PARIS — Boeing’s satellite division is laying off about 5 percent of its work force by November through a call for volunteers among senior nonmanagement employees as the company adjusts to changes in its markets, Boeing said.
Seal Beach, Calif.-based Boeing Space & Intelligence Systems said that as it transitions from a specialty satellite production business to one that features multiple satellites of similar design, it needs fewer design engineers. The company said its recent successes in the commercial satellite market will mean it is likely to be hiring production engineers.
In an emailed response to SpaceNews inquiries, Boeing said April 17 it had not yet sifted through the responses to determine exactly how many employees would be given layoff packages.
The company had expected it would accept between 250 and 300 layoffs from the specific classes of employees that were offered the package. The offer was limited to certain types of positions in Boeing’s total head count of 5,500 employees.
Those whose offer is approved will be notified in May, with the departures starting in June and ending in |November.
“This reduction is not due to a lack of business or to sequestration,” Boeing said in a statement. “It is a necessity due to changes in our business model and our continuing efforts to improve our affordability, which is triggering our need to rebalance the skills of the work force.”

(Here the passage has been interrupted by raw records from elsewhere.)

def open_netcdf(path, *, chunks=None, mask_and_scale: bool = True,
                probe: bool = True) -> xr.Dataset:
    """Open a NetCDF file without decoding times, turning bad files into ArchiveError.

    Times are left as numbers (see :func:`decode_time`), so that every time variable
    is decoded the same way and its failures name the variable.

    Parameters
    ----------
    path : str or Path
        The file.
    chunks : dict, optional
        Passed to :func:`xarray.open_dataset`; ``{}`` gives dask arrays with the
        file's own chunks (lazy reading).
    mask_and_scale : bool
        Apply ``_FillValue``/``missing_value``/``scale_factor``/``add_offset``.
    probe : bool
        Read the last element of every variable, so that a truncated file fails here
        (naming the file) rather than later inside a computation.

    Returns
    -------
    xarray.Dataset

    Raises
    ------
    ArchiveError
        When the file is missing, not NetCDF, truncated or corrupt.
    """
    path = _existing(path)
    try:
        if probe:
            _check_classic_size(path)
        kwargs = {"engine": "netcdf4", "decode_times": False, "decode_timedelta": False,
                  "mask_and_scale": mask_and_scale}
        ds = xr.open_dataset(path, **kwargs)
        if probe:  # through the lazily indexed backend arrays, before any dask
            for var in ds.variables.values():
                if var.size:
                    np.asarray(var[(-1,) * var.ndim].values)
        if chunks is not None:
            ds.close()
            ds = xr.open_dataset(path, chunks=chunks, **kwargs)
    except ArchiveError:
        raise
    except _OPEN_ERRORS as exc:
        raise _unreadable(path, exc) from exc
    return ds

With the U.S. Defense Department’s demand for new satellites expected to decline in the coming years compared with the past decade, Boeing has turned its focus to the commercial telecommunications satellite market.
More than any of its competitors, the company’s commercial wins in recent years have featured awards of multiple satellites at a time using Boeing’s 702 product line.
Fleet operators Intelsat of Luxembourg and Washington (four satellites), Inmarsat of London (three) and the combined four-satellite order from ABS of Hong Kong and Mexico’s Satmex are examples, as is the Mexican government’s three-satellite order. Boeing subcontracted one of the Mexican government satellites to Orbital Sciences of Dulles, Va., which specializes in smaller spacecraft.
Craig R. Cooning, general manager of Boeing Space & Intelligence Systems, said during a mid-March press briefing that the company’s commercial work now accounts for 30 percent of its annual revenue, compared with 8 percent four years ago.
The voluntary layoffs are expected to affect Boeing’s satellite facilities in El Segundo and Torrance, Calif., in addition to Seal Beach.